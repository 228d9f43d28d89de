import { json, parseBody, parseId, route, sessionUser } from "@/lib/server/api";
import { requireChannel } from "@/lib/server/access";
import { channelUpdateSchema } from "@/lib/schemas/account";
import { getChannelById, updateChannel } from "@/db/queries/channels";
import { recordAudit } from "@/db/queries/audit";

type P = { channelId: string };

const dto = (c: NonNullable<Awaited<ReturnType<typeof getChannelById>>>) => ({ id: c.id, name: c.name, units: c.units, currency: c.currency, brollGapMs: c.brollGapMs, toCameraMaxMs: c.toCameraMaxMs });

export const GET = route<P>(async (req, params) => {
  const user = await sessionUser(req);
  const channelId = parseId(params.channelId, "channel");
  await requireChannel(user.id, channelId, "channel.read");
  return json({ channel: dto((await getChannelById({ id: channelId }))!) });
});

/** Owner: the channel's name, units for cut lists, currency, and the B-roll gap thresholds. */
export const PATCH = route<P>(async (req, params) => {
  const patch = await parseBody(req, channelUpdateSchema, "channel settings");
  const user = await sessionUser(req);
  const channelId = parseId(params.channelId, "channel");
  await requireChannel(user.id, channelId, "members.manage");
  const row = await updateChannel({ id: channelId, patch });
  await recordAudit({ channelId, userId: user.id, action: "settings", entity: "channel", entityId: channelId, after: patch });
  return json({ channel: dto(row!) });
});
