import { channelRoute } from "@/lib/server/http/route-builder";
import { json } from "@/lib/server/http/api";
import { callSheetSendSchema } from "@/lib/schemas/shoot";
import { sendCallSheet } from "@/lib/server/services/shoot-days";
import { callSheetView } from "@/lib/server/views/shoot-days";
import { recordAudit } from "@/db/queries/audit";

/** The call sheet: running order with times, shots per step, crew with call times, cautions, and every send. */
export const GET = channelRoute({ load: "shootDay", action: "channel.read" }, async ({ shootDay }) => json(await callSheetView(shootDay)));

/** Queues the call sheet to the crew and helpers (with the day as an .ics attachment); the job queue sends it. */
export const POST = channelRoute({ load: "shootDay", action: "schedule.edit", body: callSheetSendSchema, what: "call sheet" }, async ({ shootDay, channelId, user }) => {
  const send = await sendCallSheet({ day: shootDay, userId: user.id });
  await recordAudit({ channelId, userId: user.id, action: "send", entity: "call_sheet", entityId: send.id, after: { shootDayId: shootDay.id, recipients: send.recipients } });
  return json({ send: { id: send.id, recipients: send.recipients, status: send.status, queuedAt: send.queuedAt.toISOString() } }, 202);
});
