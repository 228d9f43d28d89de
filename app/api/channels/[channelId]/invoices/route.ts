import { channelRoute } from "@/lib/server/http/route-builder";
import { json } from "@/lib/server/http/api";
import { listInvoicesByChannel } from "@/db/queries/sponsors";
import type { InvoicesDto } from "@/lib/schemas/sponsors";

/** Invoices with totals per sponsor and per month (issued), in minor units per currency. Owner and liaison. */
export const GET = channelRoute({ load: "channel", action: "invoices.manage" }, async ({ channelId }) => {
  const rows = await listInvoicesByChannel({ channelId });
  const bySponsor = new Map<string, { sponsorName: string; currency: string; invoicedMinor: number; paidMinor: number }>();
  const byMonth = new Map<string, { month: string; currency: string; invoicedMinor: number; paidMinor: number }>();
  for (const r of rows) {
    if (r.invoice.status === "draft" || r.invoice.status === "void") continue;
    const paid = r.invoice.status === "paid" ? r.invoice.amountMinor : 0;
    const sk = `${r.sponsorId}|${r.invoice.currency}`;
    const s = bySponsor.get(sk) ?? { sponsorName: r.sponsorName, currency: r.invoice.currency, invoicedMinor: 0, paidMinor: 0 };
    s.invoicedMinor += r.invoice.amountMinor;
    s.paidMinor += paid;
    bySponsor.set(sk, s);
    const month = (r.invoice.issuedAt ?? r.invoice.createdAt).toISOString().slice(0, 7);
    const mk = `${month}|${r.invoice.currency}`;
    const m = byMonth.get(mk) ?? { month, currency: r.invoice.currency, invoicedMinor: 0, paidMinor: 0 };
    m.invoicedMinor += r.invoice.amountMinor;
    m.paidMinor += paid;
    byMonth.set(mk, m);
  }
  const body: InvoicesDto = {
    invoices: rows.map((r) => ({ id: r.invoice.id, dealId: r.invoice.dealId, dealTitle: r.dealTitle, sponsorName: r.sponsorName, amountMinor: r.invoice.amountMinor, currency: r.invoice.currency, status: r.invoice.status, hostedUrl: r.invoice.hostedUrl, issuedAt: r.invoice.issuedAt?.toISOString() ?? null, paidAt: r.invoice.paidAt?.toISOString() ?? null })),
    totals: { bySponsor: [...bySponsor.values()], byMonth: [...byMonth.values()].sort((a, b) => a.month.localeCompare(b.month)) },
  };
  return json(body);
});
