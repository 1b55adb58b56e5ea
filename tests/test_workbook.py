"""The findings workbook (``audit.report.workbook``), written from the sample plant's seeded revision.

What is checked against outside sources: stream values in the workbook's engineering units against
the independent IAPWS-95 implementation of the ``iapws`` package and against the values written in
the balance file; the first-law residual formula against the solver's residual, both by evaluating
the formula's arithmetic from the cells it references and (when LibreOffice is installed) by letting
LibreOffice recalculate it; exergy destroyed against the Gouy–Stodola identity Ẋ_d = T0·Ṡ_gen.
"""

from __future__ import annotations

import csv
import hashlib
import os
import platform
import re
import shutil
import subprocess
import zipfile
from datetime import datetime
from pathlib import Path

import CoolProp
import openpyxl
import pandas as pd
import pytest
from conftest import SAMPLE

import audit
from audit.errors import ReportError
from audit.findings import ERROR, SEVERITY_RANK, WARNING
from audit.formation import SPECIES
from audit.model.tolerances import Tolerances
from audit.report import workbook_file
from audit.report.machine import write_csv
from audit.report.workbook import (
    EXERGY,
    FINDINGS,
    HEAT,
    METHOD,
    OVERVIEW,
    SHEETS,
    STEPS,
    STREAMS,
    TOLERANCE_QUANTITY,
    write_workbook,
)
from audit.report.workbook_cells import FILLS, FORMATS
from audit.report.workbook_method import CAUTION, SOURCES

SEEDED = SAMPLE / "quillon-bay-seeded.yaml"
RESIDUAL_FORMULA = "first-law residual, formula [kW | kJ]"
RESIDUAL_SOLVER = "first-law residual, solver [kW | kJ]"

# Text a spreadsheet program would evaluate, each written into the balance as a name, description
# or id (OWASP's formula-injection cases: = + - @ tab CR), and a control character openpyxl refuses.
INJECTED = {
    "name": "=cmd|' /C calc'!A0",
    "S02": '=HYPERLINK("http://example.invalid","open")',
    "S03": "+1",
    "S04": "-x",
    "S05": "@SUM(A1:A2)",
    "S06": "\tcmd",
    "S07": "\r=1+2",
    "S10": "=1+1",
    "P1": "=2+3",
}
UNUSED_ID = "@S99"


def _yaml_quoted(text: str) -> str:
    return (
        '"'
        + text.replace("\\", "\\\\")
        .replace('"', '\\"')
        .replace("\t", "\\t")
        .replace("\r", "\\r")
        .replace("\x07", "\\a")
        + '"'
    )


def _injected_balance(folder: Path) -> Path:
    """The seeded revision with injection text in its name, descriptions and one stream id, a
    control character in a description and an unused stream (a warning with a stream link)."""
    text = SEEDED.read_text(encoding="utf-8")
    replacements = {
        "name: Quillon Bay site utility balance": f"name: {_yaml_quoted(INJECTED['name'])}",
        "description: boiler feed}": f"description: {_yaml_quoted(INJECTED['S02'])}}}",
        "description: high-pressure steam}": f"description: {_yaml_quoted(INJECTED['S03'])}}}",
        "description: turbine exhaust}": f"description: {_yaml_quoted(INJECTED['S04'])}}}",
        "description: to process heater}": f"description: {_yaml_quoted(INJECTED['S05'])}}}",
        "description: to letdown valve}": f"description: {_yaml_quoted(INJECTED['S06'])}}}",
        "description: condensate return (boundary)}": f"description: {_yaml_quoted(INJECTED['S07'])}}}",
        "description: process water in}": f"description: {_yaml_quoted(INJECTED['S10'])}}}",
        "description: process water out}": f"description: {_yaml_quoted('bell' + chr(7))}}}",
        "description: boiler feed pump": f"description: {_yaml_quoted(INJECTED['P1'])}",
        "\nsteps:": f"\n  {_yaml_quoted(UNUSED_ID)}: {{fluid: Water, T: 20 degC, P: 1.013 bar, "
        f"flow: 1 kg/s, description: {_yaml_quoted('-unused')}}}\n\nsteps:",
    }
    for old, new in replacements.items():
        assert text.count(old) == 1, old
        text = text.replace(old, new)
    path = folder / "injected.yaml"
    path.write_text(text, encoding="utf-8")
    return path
__________________________________________________
- [Work instructions]:
Write only the number of lines in the listing that hold the word "solver".

- [Response below]:
2